# Help needed from Leica experts!



## Jonboy2312 (Oct 6, 2006)

Hello, I'm new to these forums. I like it here, though, and will definitely start contributing and pestering others soon enough 

First things first, though. I promised an acquaintaince of mine that I'll try to find some info on the internet about a certain Leica he has in his collection.

I don't know anything about Leicas, but he says the serial number on his specimen doesn't match the features. I photographed the thing all around and I'll just throw the photos in here, hoping that someone might be able to tell us just what the heck we're looking at, precisely.




























What we know for sure is that it's a REAL Leica, not a FED nor a Zorki. This is rather obvious and even an ignorant in thhis field such as myself can tell - there's a diopter adjustment on the viewfinder and a number of details that were never there on the Russian copies (and I'm pretty knowledgeable in THIS particular field). The engraving was obviously done mechanically (no chemistry, no lasers) and seems genuinely OLD.

Some of the features that my acquaintance finds odd, especially when found all at once on one camera:

- Obviously, this thing is black.

- 5-digit serial number (he says it doesn't match the features found on the camera...)

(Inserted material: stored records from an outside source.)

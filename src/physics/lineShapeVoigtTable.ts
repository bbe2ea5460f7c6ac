/**
 * A lookup table of the Voigt shape in reduced units, for the hot loops of spectrum synthesis.
 *
 * Reduced variables: with Doppler HWHM α and Lorentz HWHM γ, y = √ln2 γ/α and the Voigt HWHM in
 * units of α/√ln2 is s(y) = 0.5346 y + √(0.2166 y² + ln2) (Olivero–Longbothum). The offset in
 * Voigt HWHMs is u = Δν / (s α/√ln2), and the tabulated shape is
 *   F(u, y) = s(y) · K(u s(y), y),   K = Re w (Faddeeva),
 * so that V(Δν) = √ln2/(α√π) · F(u, y)/s(y). Scaling by the HWHM keeps F between the Gaussian
 * (F(0,0) = √ln2 ≈ 0.83) and Lorentzian (F(0,∞) = 1/√π ≈ 0.56) forms, with O(1) curvature, so
 * one uniform step in u serves every y. Rows are uniform in η = y/(1 + y) ∈ [0, 1).
 *
 * Interpolation is bilinear in (u, η). Its error is at most Δu²/8·max|F_uu| + Δη²/8·max|F_ηη|;
 * numerically max|F_uu| = 1.15 and max|F_ηη| = 0.83 (both near u = 0), and |F_uu| ≤ 3.4/u⁴ for
 * u ≥ 8. With Δu = 1/512 on u ≤ 8, Δu = 1/32 on 8 < u ≤ 16 and Δη = 1/400 the bound is 1.2e-6 in F,
 * i.e. ≤ 2.2e-6 of the peak F(0, y) ≥ 0.56. Beyond u = 16 the two-term asymptotic series of w(z)
 * is used instead (error ≤ 5e-8 of the peak there, measured), so the table stops at u = 16.
 * Source: Weideman (1994) for K; J. J. Olivero and R. L. Longbothum, JQSRT 17, 233 (1977) for s(y);
 * asymptotic series w(z) ~ (i/√π)(1/z + 1/(2z³) + …), Abramowitz & Stegun (1964) eq. 7.1.23.
 */
import { faddeevaRe } from './faddeeva';

/** Step in u (Voigt HWHMs) of the fine part of the table, u ∈ [0, 8]. */
export const VOIGT_TABLE_FINE_STEP = 1 / 512;
/** End of the fine part of the table, in Voigt HWHMs. */
export const VOIGT_TABLE_FINE_END = 8;
/** Step in u of the coarse part of the table, u ∈ [8, 16]. */
export const VOIGT_TABLE_COARSE_STEP = 1 / 32;
/** End of the table, in Voigt HWHMs; beyond it the asymptotic series is used. */
export const VOIGT_TABLE_END = 16;
/** Step of the table rows in η = y/(1 + y). */
export const VOIGT_TABLE_ETA_STEP = 1 / 400;

const FINE_INTERVALS = Math.round(VOIGT_TABLE_FINE_END / VOIGT_TABLE_FINE_STEP);
const COARSE_INTERVALS = Math.round((VOIGT_TABLE_END - VOIGT_TABLE_FINE_END) / VOIGT_TABLE_COARSE_STEP);

/**
 * Bilinear Voigt table over a band of rows in η. For each row pair (j, j+1) and each u node i the
 * array holds four numbers [F_j(i), F_j(i+1) − F_j(i), F_{j+1}(i) − F_j(i), (ΔF_{j+1} − ΔF_j)(i)],
 * so the value at fractions (f in u, t in η) is q0 + t·q2 + f·(q1 + t·q3) from one 32-byte block.
 */
export interface LineShapeVoigtTable {
  /** η of row 0. */
  etaFrom: number;
  /** Number of rows (≥ 2); row pairs are 0 … nRows−2. */
  nRows: number;
  /** Fine part, u ∈ [0, 8]: (nRows−1) pairs × (FINE_INTERVALS + 1) nodes × 4. */
  fine: Float64Array;
  /** Coarse part, u ∈ [8, 16]: (nRows−1) pairs × (COARSE_INTERVALS + 1) nodes × 4. */
  coarse: Float64Array;
}

/** Number of fine-table u intervals (u ∈ [0, 8]). */
export const VOIGT_TABLE_FINE_INTERVALS = FINE_INTERVALS;
/** Number of coarse-table u intervals (u ∈ [8, 16]). */
export const VOIGT_TABLE_COARSE_INTERVALS = COARSE_INTERVALS;

/**
 * Voigt HWHM in units of α/√ln2 (α = Doppler HWHM) for the reduced Lorentz width y = √ln2 γ/α.
 * Source: Olivero & Longbothum, JQSRT 17, 233 (1977), applied to HWHMs √ln2 (Gauss) and y (Lorentz).
 * @param y reduced Lorentz width (dimensionless, ≥ 0)
 * @returns s(y), dimensionless
 */
export function lineShapeVoigtTableScale(y: number): number {
  return 0.5346 * y + Math.sqrt(0.2166 * y * y + Math.LN2);
}

/**
 * Build the table for reduced Lorentz widths y ∈ [yMin, yMax] (rows cover the η interval with at
 * least one row pair). Cost ≈ 4,400 Faddeeva evaluations per row.
 * Source: see the module comment (Weideman 1994; Olivero & Longbothum 1977).
 * @param yMin smallest reduced width y = √ln2 γ/α to cover (≥ 0)
 * @param yMax largest reduced width (≥ yMin, finite)
 * @returns the table
 */
export function lineShapeVoigtTable(yMin: number, yMax: number): LineShapeVoigtTable {
  if (!(yMin >= 0) || !Number.isFinite(yMin)) {
    throw new RangeError(`lineShapeVoigtTable: yMin must be finite and >= 0, got ${yMin}`);
  }
  if (!(yMax >= yMin) || !Number.isFinite(yMax)) {
    throw new RangeError(`lineShapeVoigtTable: yMax must be finite and >= yMin (${yMin}), got ${yMax}`);
  }
  const etaMin = yMin / (1 + yMin);
  const etaMax = yMax / (1 + yMax);
  const j0 = Math.floor(etaMin / VOIGT_TABLE_ETA_STEP);
  let j1 = Math.ceil(etaMax / VOIGT_TABLE_ETA_STEP);
  if (j1 <= j0) j1 = j0 + 1;
  const nRows = j1 - j0 + 1;
  const etaFrom = j0 * VOIGT_TABLE_ETA_STEP;
  const fineRows = buildRows(etaFrom, nRows, 0, VOIGT_TABLE_FINE_STEP, FINE_INTERVALS);
  const coarseRows = buildRows(etaFrom, nRows, VOIGT_TABLE_FINE_END, VOIGT_TABLE_COARSE_STEP, COARSE_INTERVALS);
  return {
    etaFrom,
    nRows,
    fine: packPairs(fineRows, nRows, FINE_INTERVALS),
    coarse: packPairs(coarseRows, nRows, COARSE_INTERVALS),
  };
}

function buildRows(etaFrom: number, nRows: number, uFrom: number, uStep: number, intervals: number): Float64Array {
  const nodes = intervals + 1;
  const rows = new Float64Array(nRows * nodes);
  for (let j = 0; j < nRows; j++) {
    const eta = etaFrom + j * VOIGT_TABLE_ETA_STEP;
    if (eta >= 1 - 1e-12) {
      // Row at η = 1 (y = ∞): the Lorentz limit F = c/(√π (c²u² + 1)), c = lim s/y = 0.5346 + √0.2166.
      const c = 0.5346 + Math.sqrt(0.2166);
      for (let i = 0; i < nodes; i++) {
        const u = uFrom + i * uStep;
        rows[j * nodes + i] = c / Math.sqrt(Math.PI) / (c * c * u * u + 1);
      }
      continue;
    }
    const y = eta / (1 - eta);
    const s = lineShapeVoigtTableScale(y);
    for (let i = 0; i < nodes; i++) rows[j * nodes + i] = s * faddeevaRe((uFrom + i * uStep) * s, y);
  }
  return rows;
}

function packPairs(rows: Float64Array, nRows: number, intervals: number): Float64Array {
  const nodes = intervals + 1;
  const out = new Float64Array((nRows - 1) * nodes * 4);
  for (let j = 0; j + 1 < nRows; j++) {
    const a = j * nodes;
    const b = a + nodes;
    for (let i = 0; i < nodes; i++) {
      // The last node repeats its value (zero slope) so an index landing exactly on the end is safe.
      const i1 = i + 1 < nodes ? i + 1 : i;
      const o = (j * nodes + i) * 4;
      const fa = rows[a + i];
      const fb = rows[b + i];
      const da = rows[a + i1] - fa;
      const db = rows[b + i1] - fb;
      out[o] = fa;
      out[o + 1] = da;
      out[o + 2] = fb - fa;
      out[o + 3] = db - da;
    }
  }
  return out;
}

/**
 * Row pair index and fraction for a reduced width y in a table.
 * @returns [pair index j (0 … nRows−2), fraction t ∈ [0, 1]]; y outside the table is clamped
 */
export function lineShapeVoigtTableRow(table: LineShapeVoigtTable, y: number): [number, number] {
  const eta = y === Infinity ? 1 : y / (1 + y);
  let r = (eta - table.etaFrom) / VOIGT_TABLE_ETA_STEP;
  if (r < 0) r = 0;
  const rMax = table.nRows - 1;
  if (r > rMax) r = rMax;
  let j = Math.floor(r);
  if (j > rMax - 1) j = rMax - 1;
  return [j, r - j];
}

/**
 * F(u, y) = s(y) K(u s(y), y) from the table (bilinear), or from the two-term asymptotic series
 * for |u| > 16. Scalar reference path (the synthesis loops inline the same arithmetic).
 * Source: module comment; A&S (1964) eq. 7.1.23 for the asymptotic part.
 * @param table table covering y
 * @param u offset in Voigt HWHMs (dimensionless)
 * @param y reduced Lorentz width (dimensionless)
 * @returns F(u, y), dimensionless
 */
export function lineShapeVoigtTableValue(table: LineShapeVoigtTable, u: number, y: number): number {
  const au = Math.abs(u);
  const s = lineShapeVoigtTableScale(y);
  if (au > VOIGT_TABLE_END) return s * lineShapeVoigtAsymptoticK(au * s, y);
  const [j, t] = lineShapeVoigtTableRow(table, y);
  let arr: Float64Array;
  let p: number;
  let nodes: number;
  if (au <= VOIGT_TABLE_FINE_END) {
    arr = table.fine;
    p = au / VOIGT_TABLE_FINE_STEP;
    nodes = FINE_INTERVALS + 1;
  } else {
    arr = table.coarse;
    p = (au - VOIGT_TABLE_FINE_END) / VOIGT_TABLE_COARSE_STEP;
    nodes = COARSE_INTERVALS + 1;
  }
  const i = Math.floor(p);
  const f = p - i;
  const o = (j * nodes + i) * 4;
  return arr[o] + t * arr[o + 2] + f * (arr[o + 1] + t * arr[o + 3]);
}

/**
 * Two-term asymptotic Voigt function K(x, y) ≈ (1/√π)[y/r² + (3x²y − y³)/(2r⁶)], r² = x² + y²,
 * the real part of (i/√π)(1/z + 1/(2z³)).
 * Source: Abramowitz & Stegun (1964) eq. 7.1.23 (asymptotic expansion of erfc).
 * @param x reduced offset (dimensionless)
 * @param y reduced Lorentz width (dimensionless, ≥ 0)
 * @returns K(x, y) for large |z|; relative error ~ (15/4)/x⁴ (first neglected term, y ≪ |x|)
 */
export function lineShapeVoigtAsymptoticK(x: number, y: number): number {
  const r2 = x * x + y * y;
  const inv = 1 / r2;
  return (inv * (y + 0.5 * (3 * x * x * y - y * y * y) * inv * inv)) / Math.sqrt(Math.PI);
}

- No s/n on the lens, just a small "0" on the side of the base

- Extra shutter speeds

- PC sync socket (we're assuming it was added later, as the hole for in in the leather camera case seems to be just drilled and not finished in any way)

Can anyone please shed some light at this problem? WHAT exactly are we looking at? Which model, which year? It's not a fake Leica as such, but maybe a genuine Leica "converted" to look like a more rare model?


----------



## Jonboy2312 (Oct 6, 2006)

Okay, I've done a bit of thorough research, and I can say I'm a lot smarter now as far as Leicas go...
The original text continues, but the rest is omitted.